# hashi's and synthroid?



## smelliebellie (Oct 14, 2012)

i posted in the general forum, only to find out i was supposed to post under the hash's forum. sorry brain fog!

Endo prescribes: 50 mcg of Synthroid to start tomorrow and vitamin d2 50000 IU/weekly.

my labs:

TSH 1.64 (0.30-3)
FREE T3 3.24 (2.5-3.9)
FREE T4 1.00 (0.59-1.64)
TPO 933 HIGH
VITAMIN D 23 (20-50)

What do you think i should be expecting? is 50mcg a good starting dose?
i see the endo again in 6 weeks. thanks


----------



## sjmjuly (Mar 23, 2012)

I think that is a good starting dose. They say it takes 6-8 weeks for it to build up in your system, but I started feeling better pretty quickly after I started taking meds. Just monitor how you feel. The D should help once the Synthroid kicks in. Your TPO is pretty high. Did you ask your endo about taking Selenium?


----------



## smelliebellie (Oct 14, 2012)

sjmjuly,
are you on synthroid as well? or have taken it? i was too nervous to take the full 50mcg this morning so i took half of half (12.5 mcg) instead.  i will take 25 mcg tomorrow morning. i HOPE i start to feel better.. these hash symptoms are killer! yes, i asked my endo about selenium and she actually suggested taking it so i will probably take selenium starting tomorrow night.


----------



## sjmjuly (Mar 23, 2012)

I don't take Synthroid. I take Naturethroid. Synthroid is a synthetic T4 only medication and I don't convert T4 to T3 very well. Naturethroid is a combo med containing both T3 & T4. I do much better on this and have been taking 1 grain (which equates to 65mcg) since July. I started out on a very low dose and slowly increased to 1 grain. My mother takes Synthroid and has for over 50 yrs with no problems. 
Are you having any hashi swings? (hyper/hypo) Alot of us do in the begining. I don't have them as much now since starting meds and all the supplements I take. I feel really good these days.


----------



## CA-Lynn (Apr 29, 2010)

Vitamin D2? Should be D3.


----------



## smelliebellie (Oct 14, 2012)

CA-Lynn - whats the difference between D2 and D3?


----------



## CA-Lynn (Apr 29, 2010)

Try googling it. While the following link is a little over-dramatic, it gives you some info.

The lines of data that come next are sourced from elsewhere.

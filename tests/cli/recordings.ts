import { axisArcsecConversion, simulationOptions, type SimulationOptions } from '@/lib/simulate/options'
import { fileLayout, simulateFile, type FileLayout } from '@/lib/simulate/simulate-file'
import { simulateRun } from '@/lib/simulate/simulate-run'

/** Five turns of an invented mount with 180 teeth, as a file, with what is really in it. */
export function recording(given: Partial<SimulationOptions> = {}, layout: Partial<FileLayout> = {}) {
  const run = simulateRun(
    simulationOptions({
      wheelTeeth: 180,
      harmonics: [
        { order: 1, amplitudeArcsec: 9, phaseDegrees: 77 },
        { order: 2, amplitudeArcsec: 1.6, phaseDegrees: 210 },
      ],
      driftCoefficients: [0.012],
      seeing: { whiteSkyArcsec: 0.25, correlatedSkyArcsec: 0.25, correlationSeconds: 5 },
      cadenceSeconds: 3,
      durationSeconds: 2400,
      conversion: axisArcsecConversion(2),
      seed: 20261201,
      ...given,
    }),
  )
  const { text } = simulateFile(run, fileLayout({ displacementDecimals: 4, ...layout }))
  return { run, text }
}
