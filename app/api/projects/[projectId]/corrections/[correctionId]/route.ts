import { database } from '@/db'
import { insertAuditEvent } from '@/db/queries/audit'
import { deleteCorrection } from '@/db/queries/corrections'
import { correctionSchema } from '@/lib/schemas/api'
import { loadCorrection } from '@/lib/server/load-analyses'
import { answer, answerNothing, respondInProject, type RouteContext } from '@/lib/server/respond'

type Context = RouteContext<'projectId' | 'correctionId'>

export function GET(request: Request, context: Context) {
  return respondInProject({ request, context, right: 'read' }, async ({ access, params }) =>
    answer(correctionSchema, await loadCorrection(access, params.correctionId)),
  )
}

export function DELETE(request: Request, context: Context) {
  return respondInProject({ request, context, right: 'edit' }, async ({ access, params }) => {
    await database()
      .transaction()
      .execute(async (trx) => {
        const { name } = await deleteCorrection(trx, access, params.correctionId)
        await insertAuditEvent(trx, access, { action: 'correction.delete', subject: name })
      })
    return answerNothing()
  })
}
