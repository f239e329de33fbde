import type { LandingPicture } from '@/lib/figures/landing-picture'
import { withSpace } from '@/lib/units'
import { LandingDialDrawing } from './landing-dial'
import { LandingStemsDrawing } from './landing-stems'
import { LandingTrackDrawing } from './landing-track'

/** Track, spectrum and turn of one run on one sheet; the sentences above the drawings are their text alternative. */
export function LandingSheet({ picture }: { picture: LandingPicture }) {
  const { track, stems, narrowTrack, narrowStems, dial, findings, figures } = picture
  return (
    <figure className="overflow-hidden rounded-card border border-rule bg-card">
      <div className={dial ? 'grid lg:grid-cols-[minmax(0,1.45fr)_minmax(0,1fr)]' : undefined}>
        <div className="min-w-0 border-rule p-5 max-sm:px-3 lg:border-r">
          <p className="mb-3 text-finding font-semibold text-pretty">{findings.track}</p>
          <LandingTrackDrawing track={track} className="max-sm:hidden" />
          <LandingTrackDrawing track={narrowTrack} className="sm:hidden" />
          <ul className="mt-1 flex flex-wrap gap-x-5 gap-y-1 text-sm text-soft">
            <LegendItem name="recorded" className="stroke-steel" width={1.2} />
            <LegendItem name="fitted" className="stroke-brass" width={2.4} />
            <LegendItem name="drift" className="stroke-verdigris" width={1.6} dashes="6 4" />
            <li className="flex items-center gap-2">
              <svg viewBox="0 0 10 10" className="size-2.5" aria-hidden="true" focusable="false">
                <path d="M1 1l8 8m0 -8l-8 8" fill="none" strokeWidth="1.6" className="stroke-oxide" />
              </svg>
              left out
            </li>
          </ul>
        </div>
        {dial ? (
          <div className="flex min-w-0 flex-col p-5 max-lg:order-last max-lg:border-t max-lg:border-rule max-sm:px-3 lg:row-span-2">
            <p className="mb-3 text-finding font-semibold text-pretty">{findings.dial}</p>
            <LandingDialDrawing dial={dial} />
            <p className="mt-3 text-sm text-soft">
              Every turn laid over the others, once round the worm. Outward the axis is ahead, inward behind; the dotted
              circle is zero. Figures in arc seconds.
            </p>
            <dl className="mt-auto pt-4">
              {figures.map(({ label, value, uncertainty, unit }) => (
                <div key={label} className="flex items-baseline justify-between gap-3 border-t border-rule py-1.5">
                  <dt className="text-sm text-soft">{label}</dt>
                  <dd className="text-right">
                    <span className="figures font-semibold">{value}</span>
                    <span className="figures text-sm text-soft">
                      {uncertainty === undefined ? null : ` ±\u202f${uncertainty}`}
                      {unit === undefined ? null : withSpace(unit)}
                    </span>
                  </dd>
                </div>
              ))}
            </dl>
          </div>
        ) : null}
        <div className="min-w-0 border-t border-rule p-5 max-sm:px-3 lg:border-r">
          <p className="mb-3 text-finding font-semibold text-pretty">{findings.stems}</p>
          <LandingStemsDrawing stems={stems} className="max-sm:hidden" />
          <LandingStemsDrawing stems={narrowStems} className="sm:hidden" />
        </div>
      </div>
      <figcaption className="border-t border-rule px-5 py-3 text-sm text-soft max-sm:px-3">
        Drawn from the sample run: an invented mount of our own, recorded by our simulator and read by the same analysis
        that the bench runs in your browser.
      </figcaption>
    </figure>
  )
}

interface LegendItemProps {
  name: string
  className: string
  width: number
  dashes?: string
}

function LegendItem({ name, className, width, dashes }: LegendItemProps) {
  return (
    <li className="flex items-center gap-2">
      <svg viewBox="0 0 26 6" className="h-1.5 w-6.5" aria-hidden="true" focusable="false">
        <line x1="0" x2="26" y1="3" y2="3" strokeWidth={width} strokeDasharray={dashes} className={className} />
      </svg>
      {name}
    </li>
  )
}
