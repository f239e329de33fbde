import { z } from 'zod'

/*
 * The shape of what the command prints, key by key. zod’s numbers are finite, so this refuses NaN and infinities; where
 * null may stand, it says so.
 */

const estimate = z.strictObject({ value: z.number(), stderr: z.number().nonnegative().nullable() })
const share = z.number().min(0).max(1)
const phase = z.strictObject({ value: z.number().min(0).lt(360), stderr: z.number().nonnegative() })

export const reportSchema = z.strictObject({
  engine: z.strictObject({ version: z.string().min(1) }),
  file: z.strictObject({
    sha256: z.string().regex(/^[0-9a-f]{64}$/),
    recordings: z.number().int().positive(),
    rows: z.number().int().positive(),
    used: z.number().int().positive(),
    leftOut: z.array(z.strictObject({ reason: z.string().min(1), count: z.number().int().positive() })),
  }),
  run: z.strictObject({
    durationSeconds: z.number().positive(),
    medianCadenceSeconds: z.number().positive(),
    turns: z.number().positive().nullable(),
  }),
  drift: z.strictObject({ degree: z.number().int().min(0).max(3), coefficients: z.array(estimate).max(3) }),
  worm: z
    .strictObject({
      periodSeconds: estimate,
      peakToPeakArcsec: estimate,
      steepestRateArcsecPerSecond: estimate,
      harmonics: z
        .array(
          z.strictObject({
            order: z.number().int().positive(),
            amplitudeArcsec: estimate,
            phaseDegrees: phase.nullable(),
          }),
        )
        .min(1),
    })
    .nullable(),
  lines: z.array(
    z.strictObject({
      periodSeconds: estimate,
      order: z.number().positive().nullable(),
      amplitudeArcsec: estimate,
      phaseDegrees: phase,
      falseAlarmProbability: share,
      label: z.string().nullable(),
    }),
  ),
  residual: z.strictObject({
    rmsArcsec: z.number().nonnegative(),
    lagOneCorrelation: z.number().min(-1).max(1),
    seeingFloorArcsec: z.number().nonnegative(),
  }),
  spans: z.strictObject({
    rawArcsec: z.number().nonnegative(),
    afterDriftArcsec: z.number().nonnegative(),
    afterWormArcsec: z.number().nonnegative(),
    afterLinesArcsec: z.number().nonnegative(),
    rawWithoutWormArcsec: z.number().nonnegative(),
    driftArcsec: z.number().nonnegative(),
  }),
  turn: z
    .strictObject({
      repeatability: share,
      heldOutReduction: z.number().max(1).nullable(),
      scatter: z.number().nonnegative().nullable(),
    })
    .nullable(),
  warnings: z.array(z.strictObject({ code: z.string().min(1), message: z.string().min(1) })),
})

export type Report = z.infer<typeof reportSchema>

http://articles.mercola.com/sites/articles/archive/2012/02/23/oral-vitamin-d-mistake.aspx

Mercola's website does has some misinformation, such as using tanning beds. Not a good option ]because the rays are not the same as the sun's rays that influence Vitamin D production in the body].

Vitamin D2 is the form of D that is found in fortified foods like milk, juices or cereals and D3 is the form that is synthesized by the skin when it's exposed to the sun or (ultraviolet light/UVB). D2 (ergocalciferol) can be found, in some plants/fungus. D3 (cholecalciferol) is the sunlight form, and can also be obtained from animals that manufactured it through their skin, like that in fish liver. Since the body can produce this it's actually considered a hormone and not a vitamin. D regulates calcium and phosphorus in the body.

Some feel that D3 is more effective in humans than D2. D3 can be obtained after 10-15 minutes of sun exposure (without sunscreen) and is recommended 3-4 times a week. For those that can't get this sun exposure, supplements are a recommended substitute. The current RDA on D3 is 1,000 IU's a day for those over the age of 20.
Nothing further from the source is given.